The Analogy
You think there’s a 30% chance of rain (prior belief). Then you see dark clouds (evidence). Bayes’ theorem tells you how to update your belief to get the posterior: P(rain | clouds). It balances what you believed before with how likely the evidence is under each scenario.
Key insight: The medical test paradox: even with a 99% accurate test, if only 1% of people have the disease, a positive result means only ~17% chance of actually having it. Bayes’ theorem reveals this counterintuitive truth. The base rate (prior) matters enormously.
Worked Example
# Bayes' Theorem:
# P(A|B) = P(B|A) × P(A) / P(B)
# Medical test (continuing from Step 3):
P_disease = 0.01
P_pos_given_disease = 0.99
P_pos_given_healthy = 0.05
# P(positive) = P(pos|D)×P(D) + P(pos|H)×P(H)

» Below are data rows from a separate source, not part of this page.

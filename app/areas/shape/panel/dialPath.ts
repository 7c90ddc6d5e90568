// The drawing of a knob: a scale of three quarters of a circle, open at the bottom, 48 units wide.

export const DIAL_SIZE = 48
const MIDDLE = DIAL_SIZE / 2
const SCALE_RADIUS = 20
const START_DEG = 135
const TURN_DEG = 270
/** More steps than this would run into each other. */
const MOST_TICKS = 25

type Place = readonly [number, number]

function place(position: number, radius: number): Place {
  const angle = ((START_DEG + TURN_DEG * position) * Math.PI) / 180
  return [round(MIDDLE + radius * Math.cos(angle)), round(MIDDLE + radius * Math.sin(angle))]
}

const round = (x: number) => Math.round(x * 100) / 100

/** Path data of the scale from one position to another, clockwise. */
export function scaleArc(from: number, to: number): string {
  const [x0, y0] = place(from, SCALE_RADIUS)
  const [x1, y1] = place(to, SCALE_RADIUS)
  const large = (to - from) * TURN_DEG > 180 ? 1 : 0
  return `M${x0} ${y0}A${SCALE_RADIUS} ${SCALE_RADIUS} 0 ${large} 1 ${x1} ${y1}`
}

/** Path data of the line that points to a position. */
export function pointer(position: number): string {
  const [x0, y0] = place(position, 5)
  const [x1, y1] = place(position, SCALE_RADIUS - 3)
  return `M${x0} ${y0}L${x1} ${y1}`
}

/** Path data of the marks outside the scale: a knob's steps where they can be told apart, else its ends. */
export function ticks(steps: number): string {
  const count = steps >= 2 && steps <= MOST_TICKS ? steps : 2
  return Array.from({ length: count }, (_, i) => {
    const [x0, y0] = place(i / (count - 1), SCALE_RADIUS + 1)
    const [x1, y1] = place(i / (count - 1), SCALE_RADIUS + 3.5)
    return `M${x0} ${y0}L${x1} ${y1}`
  }).join('')
}
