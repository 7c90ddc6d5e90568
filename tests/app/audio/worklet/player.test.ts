import { describe, expect, it } from 'vitest'
import {
  createPlayer,
  INPUT,
  openInput,
  type Player,
  playSource,
  renderPlayer,
  SAMPLE,
  type SampleMemory,
  setRegion,
  setToneHz,
  TONE,
  usesMemory,
} from '../../../../app/audio/worklet/player.ts'

const FS = 48_000
const PIECE = 128

const memoryOf = (samples: readonly number[] | Float32Array, options: Partial<SampleMemory> = {}): SampleMemory => {
  const channel = Float32Array.from(samples)
  return { id: 1, channels: [channel], frames: channel.length, circular: false, ...options }
}

/** Everything the player gives in `frames` frames, both channels. */
function play(player: Player, frames: number, input: readonly Float32Array[] = [], piece = PIECE) {
  const left = new Float64Array(frames)
  const right = new Float64Array(frames)
  const l = new Float64Array(PIECE)
  const r = new Float64Array(PIECE)
  for (let at = 0; at < frames; at += piece) {
    const count = Math.min(piece, frames - at)
    renderPlayer(player, l, r, input, at, count)
    left.set(l.subarray(0, count), at)
    right.set(r.subarray(0, count), at)
  }
  return { left, right }
}

/** A player already past the fade from silence. */
function playing(memory: SampleMemory, start: number, end: number): Player {
  const player = createPlayer(FS, PIECE)
  playSource(player, SAMPLE, memory, start, end)
  player.fadeLeft = 0
  return player
}

describe('the repeat region', () => {
  it('repeats with a period of exactly end − start, whatever the join does', () => {
    // Seeded noise by a linear congruence (Numerical Recipes' constants, from memory): no period of its own.
    let seed = 7
    const noise = Array.from({ length: 20_000 }, () => {
      seed = (Math.imul(seed, 1664525) + 1013904223) | 0
      return seed / 2 ** 32
    })
    const { left } = play(playing(memoryOf(noise), 3000, 9000), 30_000)
    for (let n = 6000; n < 24_000; n++) expect(left[n + 6000]).toBe(left[n])
  })

  it('leaves material that fits together at the seam as it is: a whole number of cycles goes on unbroken', () => {
    const sine = Float32Array.from({ length: 12_000 }, (_, n) => Math.sin((2 * Math.PI * n) / 100))
    const { left } = play(playing(memoryOf(sine), 1000, 6000), 20_000)
    // Oracle: the sine itself. Tolerance: two single-precision roundings of values up to 1.
    for (let n = 0; n < 20_000; n++) expect(Math.abs((left[n] as number) - Math.sin((2 * Math.PI * n) / 100))).toBeLessThan(3e-7)
  })

  it('joins within 5 ms without a step larger than the material has itself, where the ends do not fit', () => {
    const ramp = Float32Array.from({ length: 48_000 }, (_, n) => n / 48_000)
    const { left } = play(playing(memoryOf(ramp), 12_000, 36_000), 60_000)
    const steps = Array.from({ length: 59_999 }, (_, n) => Math.abs((left[n + 1] as number) - (left[n] as number)))
    // Half of full scale over 240 frames, and the ramp's own step twice.
    expect(Math.max(...steps)).toBeLessThan(0.5 / 240 + 4 / 48_000)
    expect(steps.filter((step) => step > 3 / 48_000).length).toBeLessThanOrEqual(2 * 241)
  })

  it('repeats circular memory as a whole bit for bit: no join is heard at the seam', () => {
    const memory = memoryOf(
      Array.from({ length: 1000 }, (_, n) => ((n * 37) % 101) / 101),
      { circular: true },
    )
    const { left } = play(playing(memory, 0, 1000), 5000)
    // The weights of the two heads sum to 1 up to one rounding.
    for (let n = 0; n < 5000; n++) expect(left[n]).toBeCloseTo((memory.channels[0] as Float32Array)[n % 1000] as number, 12)
  })

  it('fades out of the end of a recording that is not circular, instead of reading across its beginning', () => {
    const { left } = play(playing(memoryOf(new Float32Array(9600).fill(1)), 0, 9600), 9700)
    expect(left[9600 - 241]).toBe(1)
    expect(left[9600 - 1]).toBeLessThan(0.01)
    expect(left[9600]).toBe(1)
  })

  it('jumps into a region moved away from under it, and not when the new one still holds the head', () => {
    const memory = memoryOf(Float32Array.from({ length: 48_000 }, (_, n) => n))
    const player = playing(memory, 0, 48_000)
    play(player, 1280)
    setRegion(player, 500, 30_000)
    expect(player.now.frame).toBe(1280)
    setRegion(player, 20_000, 30_000)
    expect(player.now.frame).toBe(20_000)
    play(player, 480)
    expect(player.now.frame).toBe(20_480)
  })

  it.each([
    [0, 0],
    [47_999, 48_000],
    [Number.NaN, Number.NaN],
    [-5, 1e9],
  ])('takes a region from %s to %s without leaving the memory', (start, end) => {
    const player = playing(memoryOf(new Float32Array(48_000).fill(0.25)), start, end)
    const { left } = play(player, 2000)
    expect(left.every((x) => x >= 0 && x <= 0.25)).toBe(true)
  })
})

describe('the player', () => {
  it.each([1, 37, 64, 127])('gives the same samples in pieces of %i frames', (piece) => {
    const make = () => playing(memoryOf(Float32Array.from({ length: 4000 }, (_, n) => Math.sin(n * n))), 700, 2900)
    expect(play(make(), 9000, [], piece)).toEqual(play(make(), 9000))
  })

  it('cross-fades 20 ms from one source to the next and then lets go of the first memory', () => {
    const first = memoryOf(new Float32Array(48_000).fill(1))
    const second = memoryOf(new Float32Array(48_000).fill(-1), { id: 2 })
    const player = playing(first, 0, 48_000)
    playSource(player, SAMPLE, second, 0, 48_000)
    const { left } = play(player, 959)
    expect(left[0]).toBeCloseTo(1, 12)
    expect(left[480]).toBeCloseTo(0, 12)
    expect(usesMemory(player, first)).toBe(true)
    play(player, 1)
    expect(usesMemory(player, first)).toBe(false)
    expect(usesMemory(player, second)).toBe(true)
  })

  it('plays a tone of the frequency asked for at −17 dBFS, the level of the tone phrase', () => {
    const player = createPlayer(FS, PIECE)
    playSource(player, TONE, null, 0, 0)
    player.fadeLeft = 0
    setToneHz(player, 1000)
    const { left } = play(player, FS)
    const crossings = left.filter((x, n) => n > 0 && x >= 0 && (left[n - 1] as number) < 0).length
    expect(crossings).toBe(1000)
    expect(20 * Math.log10(Math.max(...left))).toBeCloseTo(-17, 2)
  })

  it('is silent without input, with a closed gate, and passes both channels once the gate is open', () => {
    const player = createPlayer(FS, PIECE)
    playSource(player, INPUT, null, 0, 0)
    player.fadeLeft = 0
    const input = [new Float32Array(PIECE).fill(0.5), new Float32Array(PIECE).fill(-0.5)]
    expect(play(player, PIECE, []).left.every((x) => x === 0)).toBe(true)
    expect(play(player, PIECE, input).left.every((x) => x === 0)).toBe(true)
    openInput(player, true)
    for (let i = 0; i < 30; i++) play(player, PIECE, input)
    expect(play(player, PIECE, input).left[0]).toBe(0.5)
    expect(play(player, PIECE, input).right[0]).toBe(-0.5)
    // A device that goes away gives empty channels.
    expect(play(player, PIECE, [new Float32Array(0)]).left.every((x) => x === 0)).toBe(true)
  })
})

P_pos = 0.99*0.01 + 0.05*0.99 # 0.0594
# P(disease | positive)
P_disease_given_pos = (0.99 * 0.01) / 0.0594
# = 0.167 — only 16.7%!
# NOT 99%! The base rate matters.
Formula: P(A|B) = P(B|A) × P(A) / P(B). Prior × Likelihood / Evidence = Posterior. This is the engine behind spam filters, medical AI, and Bayesian neural networks.